Lee cited two recent rulings in lawsuits brought against Anthropic and Meta, where both judges found that their copying was protected as fair use under copyright law. However, the judges did not find that the companies were entirely in the clear.
For example, in Anthropic, the court ruled that while using legally acquired copyrighted books to train AI large language models constitutes fair use, downloading pirated copies of those books for permanent storage violates copyright law.
One witness at the hearing noted that the use of pirate book sites by GenAI companies is especially concerning.
He noted that documents showed that Meta employees knew using pirated sites was illegal, but that Meta chair Mark Zuckerberg made the decision to proceed anyway. The witness concluded that “There is no carve out in the Copyright Act for AI companies to engage in mass piracy.”
Another witness was bestselling author David Baldacci, who has published 60 novels.
In his published testimony, Baldacci noted that he had worked away for decades, getting rejected over and over. However, he kept going, honing his craft, remaining disciplined, taking the rejections head-on, and using them as motivation, until finally he was successful.
Then his son asked ChatGPT to write a plot that read like a David Baldacci novel.
“In about five seconds,” he said, “three pages came up that had elements of pretty much every book I’d ever written, including plot lines, character names, narrative, the works.”
Said the author,
That’s when I found out the AI community had taken most of my novels without permission and fed them into their machine learning system.
I truly felt like someone had backed up a truck to my imagination and stolen everything I’d ever created.
He was also offended that GenAI companies pirated his books:
They complain that it would be far too difficult to license the works from individual creators. So, apparently, it was more efficient to steal it. Trillion-dollar companies with battalions of lawyers did not have the resources to do things lawfully? I was once a trial lawyer. If I had made that argument in court, I would either have been laughed out of the courtroom or held in contempt by the judge. And rightly so.
He noted that
copyrighted books don’t simply end up in AI training datasets as part of some indiscriminate sweep of the internet. Complete books are not posted online by their copyright owners, like website content, blogs, news articles, or other text.
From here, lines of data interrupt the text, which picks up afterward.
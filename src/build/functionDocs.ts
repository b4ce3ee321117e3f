/** Reads the cell functions' own comments: the one text from which metadata, pane help, reference page and README derive. */
import { readFileSync } from "node:fs";
import { join } from "node:path";
import ts from "typescript";

/** The families, in the order in which people meet them; the file name is the family. */
export const FAMILIES = {
  ratios: "Ratios",
  mounts: "Mounts",
  design: "Design",
  conversion: "Conversion and sweeps",
  check: "Checking a hand value",
  random: "Random vibration",
  shock: "Shock and records",
  systems: "Systems",
} as const;
export type Family = keyof typeof FAMILIES;

/** How an argument is given: lifted over ranges, one number, a whole range, option words, or text such as a unit. */
export type Giving = "range" | "one" | "table" | "words" | "text";

export interface ParameterDoc {
  name: string;
  what: string;
  unit: string;
  limits: string;
  giving: Giving;
  optional: boolean;
  /** what is taken when it is left out; empty where it must be given */
  leftOut: string;
  repeating: boolean;
}

export interface FunctionDoc {
  id: string;
  family: Family;
  sentence: string;
  parameters: ParameterDoc[];
  returns: string;
  examples: { formula: string; gives: string }[];
  failures: string[];
  source: string;
  leavesOut: string;
}

const GIVINGS: Record<string, Giving> = {
  "Number or range": "range",
  "One number": "one",
  "Whole range": "table",
};

/** The functions of every family, in the order of their files. */
export function readFunctionDocs(folder = join(import.meta.dirname, "../functions")): FunctionDoc[] {
  return (Object.keys(FAMILIES) as Family[]).flatMap((family) => {
    const file = join(folder, `${family}.ts`);
    const source = ts.createSourceFile(file, readFileSync(file, "utf8"), ts.ScriptTarget.ES2022, true);
    return source.statements
      .filter(ts.isFunctionDeclaration)
      .filter((statement) => tagTexts(statement, "customfunction").length > 0)
      .map((statement) => functionDoc(statement, family));
  });
}

function functionDoc(declaration: ts.FunctionDeclaration, family: Family): FunctionDoc {
  const id = tagTexts(declaration, "customfunction")[0];
  const comment = ts.getJSDocCommentsAndTags(declaration).find(ts.isJSDoc);
  const only = (tag: string) => {
    const found = tagTexts(declaration, tag);
    if (found.length !== 1) throw new Error(`${id} needs one @${tag}, has ${found.length}`);
    return found[0];
  };
  return {
    id,
    family,
    sentence: oneLine(ts.getTextOfJSDocComment(comment?.comment) ?? ""),
    parameters: declaration.parameters.map((parameter) => parameterDoc(id, parameter)),
    returns: only("returns"),
    examples: tagTexts(declaration, "example").map((text) => {
      const [, formula, gives] = /^(=.*?) gives (.*)$/.exec(text) ?? [];
      if (!formula) throw new Error(`${id} has an example without "gives": ${text}`);
      return { formula, gives };
    }),
    failures: tagTexts(declaration, "failure"),
    source: only("source"),
    leavesOut: only("leavesOut"),
  };
}

function parameterDoc(id: string, parameter: ts.ParameterDeclaration): ParameterDoc {
  const name = parameter.name.getText();
  const tag = ts.getJSDocParameterTags(parameter)[0];
  const text = oneLine(ts.getTextOfJSDocComment(tag?.comment) ?? "");
  const [description, leftOut = ""] = text.replace(/\.$/, "").split(/\. Left out: /);
  const form = /^(.*?); (.*?)(?:; (.*?))?(?:\. ([^.]*))?$/.exec(description);
  if (!form) throw new Error(`${id}: parameter ${name} is not "what; unit; limits. Number or range."`);
  const [, what, unit, limits = "", ending = ""] = form;
  const giving = ending in GIVINGS ? GIVINGS[ending] : unit.startsWith("word") && limits !== "" ? "words" : "text";
  if (giving === "text" && parameter.type?.getText() !== "string") {
    throw new Error(`${id}: parameter ${name} does not say how it is given`);
  }
  return {
    name,
    what,
    unit,
    limits,
    giving,
    optional: tag?.isBracketed ?? false,
    leftOut,
    repeating: parameter.type?.getText() === "any[][][]",
  };
}

function tagTexts(node: ts.Node, name: string): string[] {
  return ts
    .getJSDocTags(node)
    .filter((tag) => tag.tagName.text === name)
    .map((tag) => oneLine(ts.getTextOfJSDocComment(tag.comment) ?? ""));
}

function oneLine(text: string): string {
  return text.replace(/\s+/g, " ").trim();
}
Books are unique in that they are sold as digital files that include technical protection measures against copying and downloading through online retailers like Amazon, Barnes and Noble, Kobo, and others, to be read on digital devices. So the only way for AI companies to access free books online was through pirate websites, virtually all of them based abroad —in Russia, Ukraine, and other countries outside the reach of U.S. law enforcement. And it was not an isolated instance of one bad actor—every major large language model in commercial use today was trained on pirated books, apparently with the full knowledge and authorization of the companies’ highest decision-makers.